Oversight assumes that without the changes to Section 32.105, the Development Tax Credit program’s annual limit would return from $6 million a year to $4 million a year. However, also without this proposal, the Neighborhood Assistance Program would revert from its cap of $16 million in FY 2007, to $18 million in FY 2009. Therefore, based upon the reallocation of the $32 million of tax credits within Section 32.105, Oversight will reflect a potential loss of $2 million annually from the DTC, and an offsetting $2 million savings from the NAP.


Oversight assumes the proposal removes the Brownfield ‘Demolition’ tax credit and incorporates it into the Brownfield ‘Remediation’ tax credit. According to DED’s Tax Credit Analysis page, the issuances for the demolition tax credit in the past three years has been $0 in FY 2005, $37,500 in FY 2006 and $0 again in FY 2007. Therefore, Oversight will not assume any savings will be realized from the removal of this program. Oversight will utilize DED’s

estimate of no impact for the changes to the Brownfield Remediation since the program is discretionary. Oversight already reflected a $0 to Unknown cost for this program since there is no annual limit and that analysis is still appropriate.

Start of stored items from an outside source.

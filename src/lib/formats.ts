import { dayAndTime, dayOf, sinceText, timeOfDay, timeWithSeconds } from '#shared/text/en/formats.ts';
import { useCentre } from './centre.ts';

/** Times in the centre's own zone; everything that needs no zone is in shared/text/en/formats.ts. */
export function useTimes() {
  const { zone } = useCentre();
  return {
    zone,
    time: (at: number) => timeOfDay(at, zone),
    timeWithSeconds: (at: number) => timeWithSeconds(at, zone),
    day: (at: number) => dayOf(at, zone),
    dayAndTime: (at: number) => dayAndTime(at, zone),
    since: (at: number, now: number) => sinceText(at, now, zone),
  };
}
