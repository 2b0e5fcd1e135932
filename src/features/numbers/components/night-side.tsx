import { Link } from 'react-router-dom';
import type { NightView } from '#shared/contracts/numbers.ts';
import { addDays } from '#shared/domain/business-day.ts';
import { wording } from '#shared/text/en/numbers.ts';
import { useCentre } from '../../../lib/centre.ts';
import { useTimes } from '../../../lib/formats.ts';
import { buttonLook } from '../../../ui/button.tsx';
import { PartTitle } from '../../../ui/page.tsx';
import { Differs } from './differs.tsx';
import { NightTable } from './night-table.tsx';

/** The night at the manager's elbow: its figures beside the weekday's past, and whether the issued report still holds. */
export function NightSide({ night }: { night: NightView }) {
  const { slug } = useCentre();
  const { time, dayAndTime } = useTimes();
  const to = (date: string) => `/${slug}/numbers/${date}`;
  return (
    <>
      <PartTitle note={night.running ? `${wording.running}, ${wording.asOf(time(night.at))}` : undefined}>{wording.nightOf(night.date)}</PartTitle>
      <NightTable night={night} />
      <nav aria-label={wording.choose} className="mt-4 flex flex-wrap gap-3 print:hidden">
        <Link className={buttonLook({ kind: 'secondary' })} to={to(addDays(night.date, -1))}>{wording.earlier}</Link>
        {night.running ? null : <Link className={buttonLook({ kind: 'secondary' })} to={to(addDays(night.date, 1))}>{wording.later}</Link>}
      </nav>
      <p className="mt-5 text-dim">{night.report ? wording.issued(dayAndTime(night.report.issuedAt)) : wording.notIssued}</p>
      {night.report && night.differs.length === 0 ? <p className="text-dim">{wording.sameAsIssued}</p> : null}
      <Differs differs={night.differs} />
      <details className="mt-5 text-dim">
        <summary className="min-h-9 cursor-pointer font-[620] text-ink">{wording.definitions}</summary>
        {wording.definition.map((line) => <p key={line} className="mt-2">{line}</p>)}
      </details>
    </>
  );
}
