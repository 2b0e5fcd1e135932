/** Lanes as people write them (`25–32`, `19-24, 17`) in that order; null when it can't be read. */
export function parseLanes(text: string): number[] | null {
  const parts = text.split(',').map((part) => part.trim()).filter((part) => part !== '');
  const lanes: number[] = [];
  for (const part of parts) {
    const range = /^(\d{1,2})(?:\s*[-–]\s*(\d{1,2}))?$/.exec(part);
    if (!range) return null;
    const from = Number(range[1]);
    const to = Number(range[2] ?? range[1]);
    const step = to >= from ? 1 : -1;
    for (let lane = from; lane !== to + step; lane += step) lanes.push(lane);
  }
  return lanes.length > 0 ? lanes : null;
}
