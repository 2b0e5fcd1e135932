import { useSyncExternalStore } from 'react';

/**
 * Elapsed clocks run on server time: the device's own clock plus an offset. A message says the server's time as it was
 * sent, so each only bounds the offset from below; the largest of the last few is the least delayed one.
 */
const KEPT = 10;
/** A correction larger than this is shown at once, not at the next tick. */
const JUMP_MS = 500;
const offsets: number[] = [];
let offset = 0;

/** Takes a server time (epoch ms) that has just arrived. */
export function heardServerTime(at: number): void {
  offsets.push(at - Date.now());
  if (offsets.length > KEPT) offsets.shift();
  const before = offset;
  offset = Math.max(...offsets);
  if (Math.abs(offset - before) > JUMP_MS) for (const ticker of tickers.values()) tick(ticker);
}

/** Now, as the server's clock says (epoch ms). */
export const serverNow = (): number => Date.now() + offset;

type Listener = () => void;
interface Ticker {
  every: number;
  now: number;
  listeners: Set<Listener>;
  timer: ReturnType<typeof setInterval> | null;
}
const tickers = new Map<number, Ticker>();

function tickerOf(every: number): Ticker {
  const known = tickers.get(every);
  if (known) return known;
  const made: Ticker = { every, now: serverNow(), listeners: new Set(), timer: null };
  tickers.set(every, made);
  return made;
}

function tick(ticker: Ticker): void {
  ticker.now = serverNow();
  for (const listener of ticker.listeners) listener();
}

function subscribeTo(ticker: Ticker): (listener: Listener) => () => void {
  return (listener) => {
    ticker.listeners.add(listener);
    ticker.timer ??= setInterval(() => tick(ticker), ticker.every);
    if (ticker.listeners.size === 1) ticker.now = serverNow();
    return () => {
      ticker.listeners.delete(listener);
      if (ticker.listeners.size > 0 || ticker.timer === null) return;
      clearInterval(ticker.timer);
      ticker.timer = null;
    };
  };
}

/** Server time that ticks every `every` ms (default a second); one timer per interval for the whole page. */
export function useNow(every = 1000): number {
  const ticker = tickerOf(every);
  return useSyncExternalStore(subscriptionOf(ticker), () => ticker.now);
}

const subscriptions = new WeakMap<Ticker, ReturnType<typeof subscribeTo>>();
function subscriptionOf(ticker: Ticker): ReturnType<typeof subscribeTo> {
  const known = subscriptions.get(ticker) ?? subscribeTo(ticker);
  subscriptions.set(ticker, known);
  return known;
}
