import { connect } from 'node:net';
import { afterAll, beforeAll, expect, test, vi } from 'vitest';
import { ownSettings, startProgram, type StartedProgram } from '#tests/support/started-program.ts';

/** The real start, demo off, through its day: up, refused twice over, its parts killed, stopped. In this order. */

let program: StartedProgram;
let settings: Record<string, string>;
const patience = { timeout: 30_000, interval: 100 };

beforeAll(async () => {
  settings = { ...(await ownSettings()), LANEWRIGHT_DEMO: 'off' };
  program = startProgram(settings);
  await program.printed(/Lanewright is at /);
}, 180_000);
afterAll(() => program.clear());

const isReady = async (): Promise<boolean> => {
  const answer = await fetch(`http://127.0.0.1:${program.port}/readyz`).catch(() => undefined);
  return answer?.status === 200;
};
const part = (pattern: RegExp): number => program.processes().find(({ command }) => pattern.test(command))?.pid ?? 0;
const answers = (port: number): Promise<boolean> =>
  new Promise((resolve) => {
    const socket = connect(port, '127.0.0.1', () => {
      socket.destroy();
      resolve(true);
    });
    socket.once('error', () => resolve(false));
  });

test('its last line says where it is and how long that took, and it is ready', async () => {
  expect(program.output().trimEnd().split('\n').at(-1)).toMatch(new RegExp(`^Lanewright is at http://localhost:${program.port} \\(ready in \\d+\\.\\d s\\)$`));
  expect(await isReady()).toBe(true);
});

test('without the demo neither the gateway nor the mail catcher runs', () => {
  expect(part(/server\/main\.ts/)).toBeGreaterThan(0);
  expect(program.processes().filter(({ command }) => command.includes('server/fakes/'))).toEqual([]);
});

test('a second start from the same folder is refused, and the first goes on', async () => {
  const second = startProgram({ ...settings, PORT: '1' });
  expect(await second.ended).toBe(1);
  expect(second.output()).toContain(`DATA_DIR=${program.dataDir}: Lanewright already runs from it (process ${program.pid}).`);
  expect(await isReady()).toBe(true);
});

test('the server killed: started again by itself', async () => {
  const killed = part(/server\/main\.ts/);
  process.kill(killed, 'SIGKILL');
  await vi.waitFor(() => expect(part(/server\/main\.ts/)).not.toBe(killed), patience);
  await vi.waitFor(async () => expect(await isReady()).toBe(true), patience);
});

test('the database killed: started again by itself, once, and the server finds it', async () => {
  const killed = part(/mariadbd/);
  expect(killed).toBeGreaterThan(0);
  process.kill(killed, 'SIGKILL');
  await vi.waitFor(() => expect([0, killed]).not.toContain(part(/mariadbd/)), patience);
  await vi.waitFor(async () => expect(await isReady()).toBe(true), patience);
  expect(program.processes().filter(({ command }) => command.includes('mariadbd'))).toHaveLength(1);
});

test('TERM leaves nothing running and both ports free', async () => {
  process.kill(program.pid, 'SIGTERM');
  expect(await program.ended).toBe(0);
  expect(program.processes()).toEqual([]);
  expect([await answers(program.port), await answers(program.dbPort)]).toEqual([false, false]);
});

Oversight assumes the changes made in this substitute may increase the utilization of the program, but that is at the discretion of the Department of Economic Development.


According to the Department of Revenue, the addition of Section 144.057 (sales tax exemption on munitions) would have no fiscal impact on the state. DOR stated this exemption is already in place with a letter ruling, and this section simply adds the language to statutes. Therefore, Oversight will not assume a loss of revenue from this section.


Oversight compared the total tax credit issuances relative to the total tax credit redemptions for the previous three years in order to determine a relationship between the two. Oversight discovered that the annual redemptions ranged from 79 percent to 118 percent of the annual issuances. Depending on the program, the redeemed credits may have been issued several years


ASSUMPTION (continued)


prior and carried forward to the years studied; however, Oversight will utilize an estimated redemption total of 98.5 percent of tax credits issued.


Oversight will range the fiscal impact of the programs from $0 (no additional tax credits will be issued) to the change in annual limits. Oversight assumes there would be some positive economic benefit to the state as a result of the changes in this proposal; however, Oversight considers these benefits to be indirect and therefore, have not reflected them in the fiscal note.


The City of St. Louis did not respond to our request for fiscal impact.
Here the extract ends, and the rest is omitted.